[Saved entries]
import fc from "fast-check";
import { describe, expect, it } from "vitest";
import type { DeskDocument } from "@/lib/contracts/desk";
import { DeskDocument as DeskDocumentSchema } from "@/lib/contracts/desk";
import { DeskController } from "@/lib/desk/controller";
import { apply, type Command } from "@/lib/desk/document";
import { historyOf, perform, redo, undo } from "@/lib/desk/history";
import { bounds, problemOfRings } from "@/lib/desk/shapes";
import type { Point } from "@/lib/geometry/types";
import { deskTask, instance, proposal, SIZE, square } from "@/tests/support/deskTask";

const ids = fc.constantFrom("a", "b", "c", "d", "e");
const proposalIds = fc.constantFrom("p1", "p2", "p3");
const shapes = fc.tuple(
  fc.integer({ min: 0, max: 800 }),
  fc.integer({ min: 0, max: 800 }),
  fc.integer({ min: 3, max: 90 }),
);

const leaf: fc.Arbitrary<Command> = fc.oneof(
  fc.record({
    type: fc.constant("add" as const),
    instance: fc.tuple(ids, shapes).map(([id, [x, y, side]]) => instance(id, square(x, y, side))),
    index: fc.nat({ max: 6 }),
  }),
  fc.record({ type: fc.constant("remove" as const), id: ids }),
  fc.record({
    type: fc.constant("change" as const),
    id: ids,
    to: fc.oneof(
      fc.record({ note: fc.string({ maxLength: 3 }) }),
      fc.record({ crowd: fc.boolean(), classId: fc.constantFrom("can", "float") }),
      shapes.map(([x, y, side]) => ({ shape: { kind: "polygon" as const, rings: square(x, y, side) } })),
    ),
  }),
  fc.record({ type: fc.constant("dismiss" as const), proposalId: proposalIds }),
  fc.record({ type: fc.constant("restore" as const), proposalId: proposalIds }),
);
const commands: fc.Arbitrary<Command> = fc.oneof(
  { weight: 4, arbitrary: leaf },
  {
    weight: 1,
    arbitrary: fc.record({ type: fc.constant("all" as const), commands: fc.array(leaf, { maxLength: 4 }) }),
  },
);

const EMPTY: DeskDocument = { instances: [], dismissedProposalIds: [] };

describe("the document", () => {
  it("is exactly as before after a command and its inverse, in 10,000 random sequences", () => {
    fc.assert(
      fc.property(fc.array(commands, { maxLength: 20 }), (list) => {
        let document = EMPTY;
        for (const command of list) {
          const { document: next, inverse } = apply(document, command);
          expect(apply(next, inverse).document).toEqual(document);
          document = next;
        }
      }),
      { numRuns: 10_000 },
    );
  });

  it("returns to the first document by undo and to the last by redo, in 10,000 random sequences", () => {
    fc.assert(
      fc.property(fc.array(commands, { maxLength: 20 }), (list) => {
        let history = historyOf(EMPTY);
        for (const command of list) history = perform(history, command);
        const last = history.document;
        const steps = history.undoable.length;
        for (let i = 0; i < steps; i++) history = undo(history);
        expect(history.document).toEqual(EMPTY);
        for (let i = 0; i < steps; i++) history = redo(history);
        expect(history.document).toEqual(last);
      }),
      { numRuns: 10_000 },
    );
  });
});

/** Everything that a hand or keyboard can do, as data. Coarse places, so that shapes meet and touch. */
const place = fc
  .tuple(fc.integer({ min: -2, max: 22 }), fc.integer({ min: -2, max: 18 }))
  .map(([x, y]): Point => [x * 61, y * 59]);
const deeds = fc.oneof(
  { weight: 4, arbitrary: fc.record({ do: fc.constant("click" as const), at: place }) },
  {
    weight: 4,
    arbitrary: fc.record({ do: fc.constant("drag" as const), at: place, to: place, over: fc.boolean() }),
  },
  {
    weight: 6,
    arbitrary: fc.record({
      do: fc.constantFrom(
        "finish",
        "extremes",
        "cancel",
        "mend",
        "undo",
        "redo",
        "next",
        "vertex",
        "delete",
        "nudge",
        "duplicate",
        "take",
        "adjust",
        "away",
        "extend",
        "hole",
        "split",
        "join",
        "share",
        "float",
        "can",
        "interrupt",
        "point",
        "box",
      ),
      at: place,
    }),
  },
);
type Deed = { do: string; at?: Point; to?: Point; over?: boolean };

function act(controller: DeskController, deed: Deed): void {
  const at = deed.at ?? [0, 0];
  switch (deed.do) {
    case "click":
      controller.pointerDown(at, "mouse");
      return controller.pointerUp(at, "mouse");
    case "drag": {
      const to = deed.to ?? at;
      controller.pointerDown(at, "mouse", deed.over ?? false);
      controller.pointerMove([(at[0] + to[0]) / 2, (at[1] + to[1]) / 2 + 9], "mouse");
      controller.pointerMove(to, "mouse");
      return controller.pointerUp(to, "mouse");
    }
    case "finish":
      return controller.finish();
    case "extremes":
      return controller.extremes();
    case "cancel":
      return controller.cancel();
    case "mend":
      return controller.repair();
    case "undo":
      return controller.undo();
    case "redo":
      return controller.redo();
    case "next":
      return controller.selectNext(1);
    case "vertex":
      return controller.holdVertex(1);
    case "delete":
      return controller.deleteAt(at);
    case "nudge":
      return controller.nudge(at[0] / 10 - 40, at[1] / 10 - 40);
    case "duplicate":
      return controller.duplicate();
    case "take":
      return controller.take(false);
    case "adjust":
      return controller.take(true);
    case "away":
      return controller.sendAway();
    case "extend":
    case "hole":
    case "split":
    case "join":
      return controller.intend(deed.do);
    case "share":
      return controller.shareBorder();
    case "float":
    case "can":
      return controller.setClass(deed.do);
    case "interrupt":
      return controller.interrupt();
    case "point":
      return controller.plotAtCursor();
    case "box":
      return controller.boxAtCursor();
  }
}

describe("the desk under any hand", () => {
  it("never holds an invalid shape, and undoes all of it to the first document", () => {
    const proposals = [proposal("p1", square(120, 120, 130)), proposal("p2", square(500, 300, 99))];
    fc.assert(
      fc.property(fc.array(deeds, { minLength: 5, maxLength: 60 }), (list) => {
        let counter = 0;
        let clockMs = 0;
        const start = {
          instances: [instance("a", square(61, 59, 244)), instance("b", square(305, 59, 183))],
          dismissedProposalIds: [],
        };
        const controller = new DeskController({
          task: deskTask({ draft: start, proposals }),
          newId: () => `s${++counter}`,
          onChange: () => undefined,
          nowMs: () => (clockMs += 300),
        });
        for (const deed of list) {
          act(controller, deed);
          for (const { id, shape } of controller.document.instances) {
            const [x, y, width, height] = bounds(shape);
            expect(
              x >= 0 && y >= 0 && x + width <= SIZE.width + 1e-9 && y + height <= SIZE.height + 1e-9,
              id,
            ).toBe(true);
            if (shape.kind === "polygon")
              expect(problemOfRings(shape.rings), JSON.stringify(shape)).toBeUndefined();
          }
        }
        expect(() => DeskDocumentSchema.parse(controller.document)).not.toThrow();
        controller.cancel();
        for (let i = 0; i <= list.length * 2 && controller.getScene().canUndo; i++) controller.undo();
        expect(controller.document).toEqual(start);
      }),
      { numRuns: 600 },
    );
  });
});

**HOW TO COMPLETE THIS TASK**
Among the entries above, how many lines include the word "polygon"? Reply with the number only.

**WRITTEN REPLY**
2